● **WORK ORDER**: Transcribe every record exactly, omitting none.
************
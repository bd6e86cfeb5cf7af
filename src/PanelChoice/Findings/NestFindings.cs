using System.Collections.Immutable;
using PanelChoice.Design;
using PanelChoice.Estimation;
using PanelChoice.Study;

namespace PanelChoice.Findings;

/// <summary>
/// Which alternatives replace which. In the utility-scaled form a nest is consistent with utility maximisation for all data where its
/// dissimilarity is at most its parent's and that at most 1 (McFadden 1981); in the unscaled form each is relative to the node above, so
/// that every one must be at most 1.
/// </summary>
internal static class NestFindings
{
    public static IEnumerable<Finding> Of(FindingsInput input)
    {
        if (input.Layout.Nests.IsEmpty)
        {
            yield return new Finding(
                "nests.none", FindingTopic.Nests, FindingSeverity.Information,
                "The study groups no alternatives, so this is plain logit: every alternative draws from all others in proportion to their shares.", []);
            yield break;
        }

        foreach (var nest in input.Layout.Nests)
        {
            yield return Describe(input, nest);
            if (input.UtilityMaximisation.FirstOrDefault(n => n.Nest == nest.Name) is { Globally: false, Locally: { } locally }) yield return Nearby(nest, locally);
        }

        if (input.Model.Form == NestedLogitForm.Unscaled)
            yield return new Finding(
                "nests.unscaled", FindingTopic.Nests, FindingSeverity.Notice,
                "In the unscaled form a coefficient means the same in two nests only where their dissimilarities are equal.", []);
    }

    private static Finding Describe(FindingsInput input, NestPlace nest)
    {
        var value = input.Model.Parameters[nest.Parameter];
        var parent = ParentValue(input, nest, out var parentName);
        var members = string.Join(", ", input.Study.Nests.First(n => n.Name == nest.Name).Members);
        var head = $"'{nest.Name}' ({members}): ";
        ImmutableArray<FindingFigure> figures = [new(nest.Name, value), new("limit", parent)];
        switch (nest.Standing)
        {
            case NestStanding.NeverWider:
                return new Finding(
                    "nests.never_wider", FindingTopic.Nests, FindingSeverity.Notice,
                    head + $"never offers two of its members at once, so its dissimilarity cannot be estimated; it is shown at {parentName}.",
                    figures);
            case NestStanding.FixedByStudy:
                return Judged(
                    input, nest, head + $"dissimilarity fixed at {PlainNumber.Rounded(value, null)} by the study.", value, parent, parentName, tested: false, figures);
            // Where the search found no maximum, the place at which it stood is no estimate to judge a nest by.
            case NestStanding.Own or NestStanding.Shared when input.Model.Status != FitStatus.Converged:
                return new Finding(
                    "nests.no_estimate", FindingTopic.Nests, FindingSeverity.Notice,
                    head + $"no estimate of its dissimilarity; the search stood at {PlainNumber.Rounded(value, null)} when it ended.", figures);
            case NestStanding.Shared:
                return Judged(
                    input, nest, head + $"shares the dissimilarity of '{input.Layout.Parameters[nest.Parameter].Name}', {input.WithInterval(nest.Parameter)}.",
                    value, parent, parentName, tested: true, figures);
            // Only the unscaled form can estimate it: there the dissimilarity of a nest of one is a scale of its own.
            case NestStanding.Own when nest.WideSituations == 0:
                return new Finding(
                    "nests.single", FindingTopic.Nests, FindingSeverity.Information,
                    head + $"dissimilarity {input.WithInterval(nest.Parameter)}. It never offers two of its members at once: in the unscaled form its value "
                    + "is a scale for the utility of what is in it.",
                    figures);
            default:
                return Judged(
                    input, nest, head + $"dissimilarity {input.WithInterval(nest.Parameter)}.", value, parent, parentName, tested: true, figures);
        }
    }

    private static Finding Judged(
        FindingsInput input, NestPlace nest, string head, double value, double parent, string parentName, bool tested, ImmutableArray<FindingFigure> figures)
    {
        var p = tested ? input.Figures(nest.Parameter, input.Quoted)?.PValue : null;
        var test = p is { } known ? $" (two-sided test against it: {PlainNumber.PValueInWords(known)}, {input.QuotedInWords})" : "";
        if (p is { } tail) figures = figures.Add(new FindingFigure("p against the limit", tail));
        // Identity up to rounding: a value shared with the parent or fixed at it is neither above nor below.
        if (Math.Abs(value - parent) <= 1e-12)
            return new Finding(
                "nests.dissolved", FindingTopic.Nests, FindingSeverity.Information, $"{head} It equals {parentName}, so the nest changes nothing.", figures);
        var certain = p < 1 - input.Study.Inference.Confidence;
        if (value < parent && parent > 1)
            return new Finding(
                "nests.below_parent", FindingTopic.Nests, FindingSeverity.Notice,
                $"{head} It lies below {parentName}{test}; but that lies above 1, and what is said of it holds for this nest as well.", figures);
        if (value < parent)
            return new Finding(
                "nests.consistent", FindingTopic.Nests, FindingSeverity.Information,
                $"{head} It lies below {parentName}{test}, which is consistent with utility maximisation"
                + (p is null || certain
                    ? ": its members replace each other more readily than others do."
                    : ", but within error of it: these data do not show that its members replace each other more readily than others do."),
                figures);
        return new Finding(
            certain ? "nests.inconsistent" : "nests.above", FindingTopic.Nests, certain ? FindingSeverity.Warning : FindingSeverity.Notice,
            $"{head} It lies above {parentName}{test}"
            + (certain
                ? ", which is not consistent with utility maximisation for all data: rethink the nest"
                : p is null ? ", which is not consistent with utility maximisation for all data" : ", but within error of it")
            + (tested ? $"; dissimilarity = {PlainNumber.Rounded(parent, null)} in the study file fixes it at the limit." : "."),
            figures);
    }

    /// <summary>What lies outside the range for all data may still be within bounds near the data at hand.</summary>
    private static Finding Nearby(NestPlace nest, LocalConsistency locally) => new(
        "nests.local", FindingTopic.Nests, FindingSeverity.Notice,
        $"'{nest.Name}' may still be consistent near the data at hand: on {PlainNumber.Percent(locally.Share)} of the {PlainNumber.Counted(locally.Occasions, "occasion")} that offer "
        + "two or more of its members, its dissimilarity keeps the first- and second-order bounds of local consistency (Boersch-Supan 1990; Herriges and Kling 1996)"
        + (locally.Share switch
        {
            >= 1 => ": small changes of utility are answered as utility maximisers would.",
            <= 0 => ": nowhere are small changes of utility answered as utility maximisers would.",
            _ => ": on the others even small changes of utility are answered as no utility maximiser would.",
        }),
        [new(nest.Name + ", share within local bounds", locally.Share), new(nest.Name + ", occasions", locally.Occasions)]);

    private static double ParentValue(FindingsInput input, NestPlace nest, out string name)
    {
        var tree = input.Model.Design.Tree;
        if (input.Model.Form == NestedLogitForm.Unscaled || nest.ParentNode == tree.Root)
        {
            name = "1";
            return 1;
        }

        var parent = input.Layout.Nests.First(n => n.Node == nest.ParentNode);
        var value = parent.Standing == NestStanding.NeverWider ? ParentValue(input, parent, out _) : input.Model.Parameters[parent.Parameter];
        name = $"its parent's {PlainNumber.Rounded(value, input.Figures(parent.Parameter, input.Quoted)?.StandardError)} ('{parent.Name}')";
        return value;
    }
}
************
● **ANSWER SECTION**:
repository bd6e86cfeb5cf7af
filename src/PanelChoice/Findings/NestFindings.cs
using System.Collections.Immutable;
using PanelChoice.Design;
using PanelChoice.Estimation;
using PanelChoice.Study;

namespace PanelChoice.Findings;

/// <summary>
/// Which alternatives replace which. In the utility-scaled form a nest is consistent with utility maximisation for all data where its
/// dissimilarity is at most its parent's and that at most 1 (McFadden 1981); in the unscaled form each is relative to the node above, so
/// that every one must be at most 1.
/// </summary>
internal static class NestFindings
{
    public static IEnumerable<Finding> Of(FindingsInput input)
    {
        if (input.Layout.Nests.IsEmpty)
        {
            yield return new Finding(
                "nests.none", FindingTopic.Nests, FindingSeverity.Information,
                "The study groups no alternatives, so this is plain logit: every alternative draws from all others in proportion to their shares.", []);
            yield break;
        }

        foreach (var nest in input.Layout.Nests)
        {
            yield return Describe(input, nest);
            if (input.UtilityMaximisation.FirstOrDefault(n => n.Nest == nest.Name) is { Globally: false, Locally: { } locally }) yield return Nearby(nest, locally);
        }

        if (input.Model.Form == NestedLogitForm.Unscaled)
            yield return new Finding(
                "nests.unscaled", FindingTopic.Nests, FindingSeverity.Notice,
                "In the unscaled form a coefficient means the same in two nests only where their dissimilarities are equal.", []);
    }

    private static Finding Describe(FindingsInput input, NestPlace nest)
    {
        var value = input.Model.Parameters[nest.Parameter];
        var parent = ParentValue(input, nest, out var parentName);
        var members = string.Join(", ", input.Study.Nests.First(n => n.Name == nest.Name).Members);
        var head = $"'{nest.Name}' ({members}): ";
        ImmutableArray<FindingFigure> figures = [new(nest.Name, value), new("limit", parent)];
        switch (nest.Standing)
        {
            case NestStanding.NeverWider:
                return new Finding(
                    "nests.never_wider", FindingTopic.Nests, FindingSeverity.Notice,
                    head + $"never offers two of its members at once, so its dissimilarity cannot be estimated; it is shown at {parentName}.",
                    figures);
            case NestStanding.FixedByStudy:
                return Judged(
                    input, nest, head + $"dissimilarity fixed at {PlainNumber.Rounded(value, null)} by the study.", value, parent, parentName, tested: false, figures);
            // Where the search found no maximum, the place at which it stood is no estimate to judge a nest by.
            case NestStanding.Own or NestStanding.Shared when input.Model.Status != FitStatus.Converged:
                return new Finding(
                    "nests.no_estimate", FindingTopic.Nests, FindingSeverity.Notice,
                    head + $"no estimate of its dissimilarity; the search stood at {PlainNumber.Rounded(value, null)} when it ended.", figures);
            case NestStanding.Shared:
                return Judged(
                    input, nest, head + $"shares the dissimilarity of '{input.Layout.Parameters[nest.Parameter].Name}', {input.WithInterval(nest.Parameter)}.",
                    value, parent, parentName, tested: true, figures);
            // Only the unscaled form can estimate it: there the dissimilarity of a nest of one is a scale of its own.
            case NestStanding.Own when nest.WideSituations == 0:
                return new Finding(
                    "nests.single", FindingTopic.Nests, FindingSeverity.Information,
                    head + $"dissimilarity {input.WithInterval(nest.Parameter)}. It never offers two of its members at once: in the unscaled form its value "
                    + "is a scale for the utility of what is in it.",
                    figures);
            default:
                return Judged(
                    input, nest, head + $"dissimilarity {input.WithInterval(nest.Parameter)}.", value, parent, parentName, tested: true, figures);
        }
    }

    private static Finding Judged(
        FindingsInput input, NestPlace nest, string head, double value, double parent, string parentName, bool tested, ImmutableArray<FindingFigure> figures)
    {
        var p = tested ? input.Figures(nest.Parameter, input.Quoted)?.PValue : null;
        var test = p is { } known ? $" (two-sided test against it: {PlainNumber.PValueInWords(known)}, {input.QuotedInWords})" : "";
        if (p is { } tail) figures = figures.Add(new FindingFigure("p against the limit", tail));
        // Identity up to rounding: a value shared with the parent or fixed at it is neither above nor below.
        if (Math.Abs(value - parent) <= 1e-12)
            return new Finding(
                "nests.dissolved", FindingTopic.Nests, FindingSeverity.Information, $"{head} It equals {parentName}, so the nest changes nothing.", figures);
        var certain = p < 1 - input.Study.Inference.Confidence;
        if (value < parent && parent > 1)
            return new Finding(
                "nests.below_parent", FindingTopic.Nests, FindingSeverity.Notice,
                $"{head} It lies below {parentName}{test}; but that lies above 1, and what is said of it holds for this nest as well.", figures);
        if (value < parent)
            return new Finding(
                "nests.consistent", FindingTopic.Nests, FindingSeverity.Information,
                $"{head} It lies below {parentName}{test}, which is consistent with utility maximisation"
                + (p is null || certain
                    ? ": its members replace each other more readily than others do."
                    : ", but within error of it: these data do not show that its members replace each other more readily than others do."),
                figures);
        return new Finding(
            certain ? "nests.inconsistent" : "nests.above", FindingTopic.Nests, certain ? FindingSeverity.Warning : FindingSeverity.Notice,
            $"{head} It lies above {parentName}{test}"
            + (certain
                ? ", which is not consistent with utility maximisation for all data: rethink the nest"
                : p is null ? ", which is not consistent with utility maximisation for all data" : ", but within error of it")
            + (tested ? $"; dissimilarity = {PlainNumber.Rounded(parent, null)} in the study file fixes it at the limit." : "."),
            figures);
    }

    /// <summary>What lies outside the range for all data may still be within bounds near the data at hand.</summary>
    private static Finding Nearby(NestPlace nest, LocalConsistency locally) => new(
        "nests.local", FindingTopic.Nests, FindingSeverity.Notice,
        $"'{nest.Name}' may still be consistent near the data at hand: on {PlainNumber.Percent(locally.Share)} of the {PlainNumber.Counted(locally.Occasions, "occasion")} that offer "
        + "two or more of its members, its dissimilarity keeps the first- and second-order bounds of local consistency (Boersch-Supan 1990; Herriges and Kling 1996)"
        + (locally.Share switch
        {
            >= 1 => ": small changes of utility are answered as utility maximisers would.",
            <= 0 => ": nowhere are small changes of utility answered as utility maximisers would.",
            _ => ": on the others even small changes of utility are answered as no utility maximiser would.",
        }),
        [new(nest.Name + ", share within local bounds", locally.Share), new(nest.Name + ", occasions", locally.Occasions)]);

    private static double ParentValue(FindingsInput input, NestPlace nest, out string name)
    {
        var tree = input.Model.Design.Tree;
        if (input.Model.Form == NestedLogitForm.Unscaled || nest.ParentNode == tree.Root)
        {
            name = "1";
            return 1;
        }

        var parent = input.Layout.Nests.First(n => n.Node == nest.ParentNode);
        var value = parent.Standing == NestStanding.NeverWider ? ParentValue(input, parent, out _) : input.Model.Parameters[parent.Parameter];
        name = $"its parent's {PlainNumber.Rounded(value, input.Figures(parent.Parameter, input.Quoted)?.StandardError)} ('{parent.Name}')";
        return value;
    }
}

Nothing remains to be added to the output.